## EXERCISE AIM
Search the records below for the word "common" and show every line where it occurs.

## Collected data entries
*-*-*
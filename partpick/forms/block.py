"""What every winding form hands over: its coils as arrays, and helpers that the forms share."""

from __future__ import annotations

from collections.abc import Callable, Sequence
from dataclasses import dataclass, field

import numpy as np
from numpy.typing import NDArray

from partpick.parts import Wire
from partpick.physics.loss import CORE_LOSS_SPREAD, q_bounds

Floats = NDArray[np.float64]
Ints = NDArray[np.int64]

TAIL = 0.05  # m of wire left at each end of a winding; common practice, no source
FIT_ROUNDING = 1e-9  # a winding that fits exactly fits

BOUGHT, RING, TUBE, OTHER = range(4)  # classes of effort, easiest first; turns decide between the last two


@dataclass(frozen=True, kw_only=True)
class Support:
    """What a coil is wound on, or the coil as bought."""

    name: str
    quantity: int | None
    source: str
    notes: tuple[str, ...] = ()
    frequency_low: float | None = None  # Hz, useful range of a core
    frequency_high: float | None = None
    adjust: float | None = None  # fraction of the inductance either way
    current: float | None = None  # A rms; None: not rated


@dataclass(frozen=True, kw_only=True, eq=False)
class Losses:
    """Loss of J coils at B frequencies by cause, (J, B) each, as shares of 1/Q; nan: unknown."""

    skin: Floats
    proximity: Floats
    core: Floats  # 0 in air
    former: Floats  # 0 without one; in layers, of what lies between them

    @property
    def q(self) -> Floats:
        """Q of all of them together; unknown if one is."""
        return 1.0 / (self.skin + self.proximity + self.core + self.former)

    def in_core(self, share: Floats, core_q: Floats) -> Losses:
        """Return the losses of the same winding with a core, where it has `share` of the inductance."""
        copper = self.skin * share, self.proximity * share
        return Losses(skin=copper[0], proximity=copper[1], core=1.0 / core_q, former=self.former)

    def with_former(self, loss: Floats) -> Losses:
        """Return the losses of the same winding on a former that takes `loss` of 1/Q, (J, B)."""
        return Losses(skin=self.skin, proximity=self.proximity, core=self.core, former=loss)

    def q_spread(self, copper_spread: Floats) -> Floats:
        """Return by which fraction Q may fall below and rise above the nominal, at worst, (J, 2)."""
        causes = self.skin, self.proximity, self.core, self.former
        low, high = q_bounds(*causes, copper_spread[:, None], CORE_LOSS_SPREAD)
        both = np.stack([1.0 - low / self.q, high / self.q - 1.0])
        worst: Floats = np.fmax.reduce(both, axis=2, initial=np.nan)  # nan only where no band is known
        return worst.T


def no_losses(coils: int, bands: int) -> Losses:
    """Return losses that nobody knows."""
    unknown = np.full((coils, bands), np.nan)
    return Losses(skin=unknown, proximity=unknown, core=unknown, former=unknown)


def _nothing_to_say(_row: int, _frequency: float) -> tuple[str, ...]:
    return ()


@dataclass(frozen=True, kw_only=True, eq=False)
class Block:
    """All J coils of one form; arrays are (J,), those by frequency (J, B)."""

    form: str
    effort_form: int  # BOUGHT, RING, TUBE or OTHER
    tappable: bool = False  # coils of one layout follow each other by turns, and a section is such a coil
    eased_resonance: bool = False  # twice the highest frequency is enough unless the plan says more
    supports: tuple[Support, ...]
    wires: tuple[Wire, ...] = ()
    considered: int = 0  # coils that there are, those included which no band can use
    support: Ints
    wire: Ints  # -1: none
    turns: Ints  # 0: bought
    pitch: Floats  # m, 0: none
    mean_diameter: Floats  # m, 0: none
    winding_length: Floats  # m, 0: none
    wire_length: Floats  # m in the winding, without tails
    inductance_dc: Floats  # H
    inductance: Floats  # H, (J, B)
    q: Floats  # (J, B) nan: unknown
    losses: Losses
    self_capacitance: Floats  # F
    loss_tangent: Floats  # of the self-capacitance: of the former, by the share of the field in it; 0 without one
    spread: Floats  # fraction of the inductance
    q_spread: Floats  # (J, 2) fraction below and above, nan: unknown
    self_capacitance_spread: Floats  # (J, 2) fraction below and above, nan: unknown
    tempco: Floats  # 1/K, (J, B) nan: unknown
    tempco_spread: Floats  # 1/K
    price: Floats  # nan: unknown
    volume: Floats  # m3
    wire_diameter: Floats  # m bare
    proportions: Floats | None = None  # winding length / mean diameter, single layers only
    bore: Floats | None = None  # m, inside diameter of the former of a single layer, nan: it has none
    core_area: Floats | None = None  # m2, section of a magnetic ring; nan or None: no such core
    label: Callable[[int], str] = field(repr=False)
    cautions: Callable[[int, float], tuple[str, ...]] = field(repr=False, default=_nothing_to_say)  # at a Hz

    def __len__(self) -> int:
        return len(self.turns)


@dataclass(frozen=True, eq=False)
class Layouts:
    """Ways to put a wire on a support, each good for `least` to `most` turns, and the coils that follow."""

    support: Ints  # (F,)
    wire: Ints  # (F,)
    pitch: Floats  # (F,) m
    most: Ints  # (F,)
    least: Ints  # (F,)

    @staticmethod
    def of(rows: Sequence[tuple[int, int, float, int]], least: Sequence[int] | None = None) -> Layouts:
        """Return layouts from rows of (support, wire, pitch, most turns), from one turn or `least` on."""
        support, wire, pitch, most = zip(*rows, strict=True) if rows else ((), (), (), ())
        return Layouts(
            np.array(support, np.int64),
            np.array(wire, np.int64),
            np.array(pitch, float),
            np.array(most, np.int64),
            np.ones(len(rows), np.int64) if least is None else np.array(least, np.int64),
        )

    def coils(self) -> tuple[Ints, Ints]:
        """Return the layout and the turns of every coil, (J,) each."""
        count = self.most - self.least + 1
        layout = np.repeat(np.arange(len(count)), count)
        first = np.repeat(np.cumsum(count) - count - self.least, count)
        return layout, np.arange(len(layout)) - first


def enough(quantity: int | None, units: int) -> bool:
    """Whether there is one for each unit that is built."""
    return quantity is None or quantity >= units


def column(values: Sequence[float | None]) -> Floats:
    """Return values as an array, nan where not stated."""
    return np.array([np.nan if value is None else value for value in values], dtype=float)


def at_every(values: Floats, frequency: Floats) -> Floats:
    """Return (J,) figures that do not depend on frequency as (J, B)."""
    return np.repeat(values[:, None], len(frequency), axis=1)


def either_way(spread: Floats) -> Floats:
    """Return a (J,) spread that is alike below and above as (J, 2)."""
    return np.repeat(spread[:, None], 2, axis=1)


def stacked(per_band: Sequence[Floats], coils: int) -> Floats:
    """Return a list of (J,) arrays, one a band, as (J, B)."""
    return np.stack(per_band, axis=1) if per_band else np.empty((coils, 0))


def wound_price(
    unit_prices: Sequence[float | None], support: Ints, wires: Sequence[Wire], wire: Ints, length: Floats
) -> Floats:
    """Return the price of each wound coil, its wire with tails included; nan where either is unknown."""
    per_metre = column([w.price_per_m for w in wires])
    if not len(support):
        return np.empty(0)
    return column(unit_prices)[support] + per_metre[wire] * (length + 2 * TAIL)
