"""Windings in gapped pot cores, layer on layer, of solid and stranded wire."""

from __future__ import annotations

from collections.abc import Sequence
from functools import cached_property

import numpy as np

from partpick.forms.block import (
    OTHER,
    Block,
    Floats,
    Ints,
    Layouts,
    at_every,
    column,
    either_way,
    enough,
    wound_price,
)
from partpick.forms.copper import ABOVE_STRANDED, WireColumns, few_gauges, losses_of
from partpick.forms.ring import core_ceiling, core_support
from partpick.forms.screen import Screen
from partpick.forms.solenoid import turns_in_words
from partpick.parts import Catalogue, Core, Wire
from partpick.physics.cores import core_inductance
from partpick.physics.geometry import layered_wire_length, window_turns_that_fit
from partpick.physics.loss import COVERING_LOSS_TANGENT, dielectric_loss
from partpick.physics.pot_core import pot_window
from partpick.physics.self_capacitance import (
    LAYERED_SPREAD,
    layer_distance,
    layered_self_capacitance,
    ring_self_capacitance,
)
from partpick.physics.stranded import LAYERED_RESISTANCE_SPREAD, STRANDED_HIGHEST, window_field

MOST_TURNS = 200  # more, nobody winds by hand; common practice, no source
WIRES_A_COUNT = 2  # so many of the thickest wires of a kind that a number of turns leaves room for


def pot_block(catalogue: Catalogue, frequency: Floats, units: int, screen: Screen) -> Block:
    """Return every whole number of turns that fits each pot core, of the wires that fill its window best.

    Of each kind, solid and stranded, a number of turns takes the two thickest gauges with room for it: they
    have the least resistance, and the thinner of them less loss by proximity.
    """
    cores = [c for c in catalogue.cores if c.shape == "pot" and c.al is not None and enough(c.quantity, units)]
    layouts = _layouts(cores, catalogue.wires)
    layout, turns = layouts.coils()
    every = _Filled(cores, catalogue.wires, layouts, layout, turns)
    kept = screen.kept(every.low_frequency, every.low_frequency, every.self_capacitance)
    coil = every
    if len(kept) < len(turns):
        coil = _Filled(cores, catalogue.wires, layouts, layout[kept], turns[kept])
    turns, support, wire, sizes = coil.turns, coil.support, coil.wire, coil.sizes
    outer, height, self_capacitance = coil.outer, coil.height, coil.self_capacitance
    wire_length = layered_wire_length(turns, coil.window.inner_diameter, coil.depth)
    inductance = at_every(coil.low_frequency, frequency)
    field = window_field(turns, coil.window.width, coil.layers)
    resistance = sizes.dc_resistance(wire_length)
    # the core's Q has the field of a single layer
    covering = np.where(coil.layers >= 2, COVERING_LOSS_TANGENT, 0.0)
    losses = losses_of(
        frequency,
        inductance,
        [sizes.many_layers(resistance, float(f), field) for f in frequency],
        [core_ceiling(cores, float(f))[support] for f in frequency],
        dielectric_loss(inductance, self_capacitance[:, None], frequency[None, :], covering[:, None]),
    )
    none = np.zeros(len(turns))

    def label(row: int) -> str:
        core, used = cores[support[row]], catalogue.wires[wire[row]]
        return f"{turns_in_words(turns[row])} of {used.name} in {core.name}"

    def cautions(row: int, frequency: float) -> tuple[str, ...]:
        return (ABOVE_STRANDED,) if sizes.strands[row] > 1 and frequency > STRANDED_HIGHEST else ()

    return Block(
        form="pot core",
        effort_form=OTHER,
        considered=len(every.turns),
        supports=tuple(core_support(core) for core in cores),
        wires=catalogue.wires,
        support=support,
        wire=wire,
        turns=turns,
        pitch=none,
        mean_diameter=coil.mean,
        winding_length=none,
        wire_length=wire_length,
        inductance_dc=coil.low_frequency,
        inductance=inductance,
        q=losses.q,
        losses=losses,
        self_capacitance=self_capacitance,
        loss_tangent=covering,
        spread=column([core.tolerance for core in cores])[support],
        q_spread=losses.q_spread(np.full(len(turns), LAYERED_RESISTANCE_SPREAD)),
        self_capacitance_spread=either_way(np.full(len(turns), LAYERED_SPREAD)),
        tempco=at_every(column([core.tempco for core in cores])[support], frequency),
        tempco_spread=np.nan_to_num(column([core.tempco_tolerance for core in cores])[support]),
        price=wound_price([core.unit_price for core in cores], support, catalogue.wires, wire, wire_length),
        volume=np.pi / 4 * outer**2 * height,
        wire_diameter=sizes.bare,
        label=label,
        cautions=cautions,
    )


class _Filled:
    """Windings in their cores, (J,) each."""

    def __init__(
        self, cores: Sequence[Core], wires: tuple[Wire, ...], layouts: Layouts, layout: Ints, turns: Ints
    ) -> None:
        self.turns, self.support, self.wire = turns, layouts.support[layout], layouts.wire[layout]
        self.sizes = WireColumns.of(wires, layouts.wire).take(layout)
        self.outer = column([core.outer_diameter for core in cores])[self.support]
        self.height = column([core.height for core in cores])[self.support]
        self.low_frequency = core_inductance(column([core.al for core in cores])[self.support], turns)
        self.window = pot_window(self.outer, self.height)
        overall = self.sizes.overall
        self.layers = np.ceil(turns / np.maximum(window_turns_that_fit(self.window.width, overall, overall), 1))
        self.depth = self.layers * overall
        self.mean = self.window.inner_diameter + self.depth

    @cached_property
    def self_capacitance(self) -> Floats:
        distance = layer_distance(self.sizes.bare, self.sizes.overall)
        layered = layered_self_capacitance(self.mean, self.window.width, self.layers, distance)
        return np.where(self.layers >= 2, layered, ring_self_capacitance(self.outer))


def _layouts(cores: Sequence[Core], wires: tuple[Wire, ...]) -> Layouts:
    rows: list[tuple[int, int, float, int]] = []
    least: list[int] = []
    gauges = few_gauges(wires)
    for i, core in enumerate(cores):
        for stranded in (False, True):
            kind = [w for w in gauges if (wires[w].strands > 1) == stranded]
            for w, first, most in _best_filling(core, wires, kind):
                rows.append((i, w, 0.0, most))
                least.append(first)
    return Layouts.of(rows, least)


def _best_filling(core: Core, wires: tuple[Wire, ...], kind: Sequence[int]) -> list[tuple[int, int, int]]:
    """Return (wire, least, most turns): thinner wire serves where thicker does not fit any more."""
    assert core.height is not None
    window = pot_window(core.outer_diameter, core.height)
    fits = [
        min(int(window_turns_that_fit(window.width, window.depth, wires[w].overall_diameter)), MOST_TURNS)
        for w in reversed(kind)
    ]
    found = []
    for place, (w, most) in enumerate(zip(reversed(kind), fits, strict=True)):
        beyond = fits[place - WIRES_A_COUNT] if place >= WIRES_A_COUNT else 0
        if most > beyond:
            found.append((w, beyond + 1, most))
    return found
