"""Which coils no band can use whatever their loss: they are left out before it is worked out."""

from __future__ import annotations

from dataclasses import dataclass

import numpy as np
from numpy.typing import NDArray

from partpick.forms.block import Floats, Ints
from partpick.physics.self_capacitance import self_resonance_frequency

_ROUNDING = 1e-6  # what is this near to a limit is kept: the limit itself is tested on the coil as worked out

Range = tuple[float, float]


@dataclass(frozen=True, kw_only=True)
class Screen:
    """Limits on coils that inductance and self-capacitance decide; none of them set: every coil is kept."""

    proportions: Range | None = None  # winding length / mean diameter of a single layer
    inductance: Range | None = None  # H
    reactance: Range | None = None  # ohm
    self_resonance: float | None = None  # Hz, at least
    self_resonance_eased: float | None = None  # Hz, of the forms whose own resonance may be lower
    least: float = 0.0  # H, of a wound coil
    frequency: Range = (0.0, np.inf)  # Hz, of the lowest and the highest band

    def kept(
        self,
        least: Floats,
        most: Floats,
        self_capacitance: Floats,
        *,
        proportions: Floats | None = None,
        eased: bool = False,
    ) -> Ints:
        """Return the coils that some band might use, in their order.

        Parameters
        ----------
        least, most : (J,) arrays
            Between which the inductance is at every band. [H]
        self_capacitance : (J,) array
            Self-capacitance. [F]
        proportions : (J,) array, optional
            Winding length over mean diameter of single layers. [-]
        eased : bool
            Whether the form's own resonance may be lower than that of others.
        """
        useful = most >= self.least * (1 - _ROUNDING)
        if self.inductance is not None:
            useful &= _meets(least, most, self.inductance)
        if self.reactance is not None:
            low, high = (2 * np.pi * f for f in self.frequency)
            useful &= _meets(low * least, high * most, self.reactance)
        if self.proportions is not None and proportions is not None:
            useful &= _meets(proportions, proportions, self.proportions)
        lowest = self.self_resonance_eased if eased else self.self_resonance
        if lowest is not None:
            useful &= self_resonance_frequency(least, self_capacitance) >= lowest * (1 - _ROUNDING)
        return np.flatnonzero(useful)


def _meets(least: Floats, most: Floats, limits: Range) -> NDArray[np.bool_]:
    low, high = limits
    return (most >= low * (1 - _ROUNDING)) & (least <= high * (1 + _ROUNDING))
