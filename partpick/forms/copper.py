"""The wire of each coil: its sizes, which gauges are wound, and its loss in one layer or many."""

from __future__ import annotations

from collections.abc import Sequence
from dataclasses import dataclass

import numpy as np

from partpick.forms.block import Floats, Ints, Losses, stacked
from partpick.parts import Wire
from partpick.physics.loss import CopperLoss, solenoid_resistance
from partpick.physics.skin import skin_depth, wire_resistance
from partpick.physics.stranded import STRANDED_HIGHEST, layered_resistance, stranded_resistance

MANY_GAUGES = 12  # of one kind: beyond, not every one is wound in coils of many turns
GAUGE_STEP = 1.4  # between those that are; every second or third of the usual sizes; common practice, no source

ABOVE_STRANDED = "stranded wire is no better than solid above 3 MHz: Q unknown"


@dataclass(frozen=True, eq=False)
class WireColumns:
    """The wire of each coil, (J,) each; solid wire is one strand."""

    bare: Floats  # m, of a bundle without its covering
    overall: Floats  # m
    strands: Ints
    strand: Floats  # m, bare

    @staticmethod
    def of(wires: Sequence[Wire], wire: Ints) -> WireColumns:
        """Return the sizes of the wire that each coil takes."""
        return WireColumns(
            bare=np.array([w.bare_diameter for w in wires])[wire],
            overall=np.array([w.overall_diameter for w in wires])[wire],
            strands=np.array([w.strands for w in wires], dtype=np.int64)[wire],
            strand=np.array([_strand(w) for w in wires])[wire],
        )

    def take(self, rows: Ints) -> WireColumns:
        """Return the wire of some coils."""
        return WireColumns(self.bare[rows], self.overall[rows], self.strands[rows], self.strand[rows])

    @property
    def stranded(self) -> np.ndarray[tuple[int], np.dtype[np.bool_]]:
        """Which coils are of stranded wire."""
        return self.strands > 1

    def dc_resistance(self, length: Floats) -> Floats:
        """Return the direct-current resistance of so much wire, strands side by side. [ohm]"""
        return wire_resistance(length, self.strand, strands=self.strands)

    def a_over_delta(self, frequency: float) -> Floats:
        """Return the radius of wire or strand over skin depth. [-]"""
        return self.strand / 2 / float(skin_depth(frequency))

    def single_layer(
        self,
        dc: Floats,
        frequency: float,
        proximity_factor: Floats,
        pitch: Floats,
        l_over_d: Floats,
        few_turns: Floats,
    ) -> CopperLoss:
        """Return the resistance in one layer; nan for stranded wire above its range. [ohm]"""
        x = self.a_over_delta(frequency)
        solid = solenoid_resistance(dc, x, proximity_factor)
        rows = np.flatnonzero(self.stranded)
        if not len(rows):
            return solid
        skin, proximity = solid.skin.copy(), solid.proximity.copy()
        if frequency > STRANDED_HIGHEST:
            skin[rows] = proximity[rows] = np.nan
            return CopperLoss(skin, proximity)
        bundle = stranded_resistance(
            dc[rows],
            x[rows],
            self.strands[rows],
            self.strand[rows],
            self.bare[rows],
            pitch[rows],
            l_over_d[rows],
            few_turns[rows],
        )
        skin[rows], proximity[rows] = bundle.skin, bundle.proximity
        return CopperLoss(skin, proximity)

    def many_layers(self, dc: Floats, frequency: float, field: Floats) -> CopperLoss:
        """Return the resistance in layers where one ampere makes a mean field; as `single_layer`. [ohm]"""
        loss = layered_resistance(
            dc, self.a_over_delta(frequency), self.strands, self.strand, self.bare, field
        )
        if frequency <= STRANDED_HIGHEST:
            return loss
        known = np.where(self.stranded, np.nan, 1.0)
        return CopperLoss(loss.skin * known, loss.proximity * known)


def losses_of(
    frequency: Floats,
    inductance: Floats,
    copper: Sequence[CopperLoss],
    core_q: Sequence[Floats] | None = None,
    former: Floats | None = None,
) -> Losses:
    """Return losses as shares of 1/Q, (J, B), from resistance and the core's own Q at each frequency.

    Without a core or a `former` to lose anything those parts are 0.
    """
    reactance = 2 * np.pi * frequency[None, :] * inductance
    coils = len(inductance)
    core = np.zeros(reactance.shape)
    if core_q is not None:
        core = 1.0 / stacked(list(core_q), coils)
    return Losses(
        skin=stacked([loss.skin for loss in copper], coils) / reactance,
        proximity=stacked([loss.proximity for loss in copper], coils) / reactance,
        core=core,
        former=np.zeros(reactance.shape) if former is None else former,
    )


def covered(wires: Sequence[Wire]) -> list[int]:
    """Return the places of the wires whose turns may touch."""
    return [place for place, wire in enumerate(wires) if not wire.bare]


def few_gauges(wires: Sequence[Wire]) -> list[int]:
    """Return the covered wires that coils of many turns are wound with, thinnest first, solid before stranded.

    Of a kind (solid, stranded) with more than `MANY_GAUGES` gauges, those that follow one another in steps
    of `GAUGE_STEP` at least: gauges between them would give hundreds of coils that measure alike.
    """
    chosen: list[int] = []
    for stranded in (False, True):
        kind = [place for place in covered(wires) if (wires[place].strands > 1) == stranded]
        kind.sort(key=lambda place: (wires[place].overall_diameter, wires[place].name))
        if len(kind) > MANY_GAUGES:
            kind = _in_steps(wires, kind)
        chosen += kind
    return chosen


def _in_steps(wires: Sequence[Wire], kind: list[int]) -> list[int]:
    taken = [kind[0]]
    for place in kind[1:]:
        if wires[place].overall_diameter >= GAUGE_STEP * wires[taken[-1]].overall_diameter:
            taken.append(place)
    return taken


def _strand(wire: Wire) -> float:
    return wire.bare_diameter if wire.strand_diameter is None or wire.strands == 1 else wire.strand_diameter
*-*-*
## TASK ANSWER
TAIL = 0.05  # m of wire left at each end of a winding; common practice, no source
MOST_TURNS = 200  # more, nobody winds by hand; common practice, no source
GAUGE_STEP = 1.4  # between those that are; every second or third of the usual sizes; common practice, no source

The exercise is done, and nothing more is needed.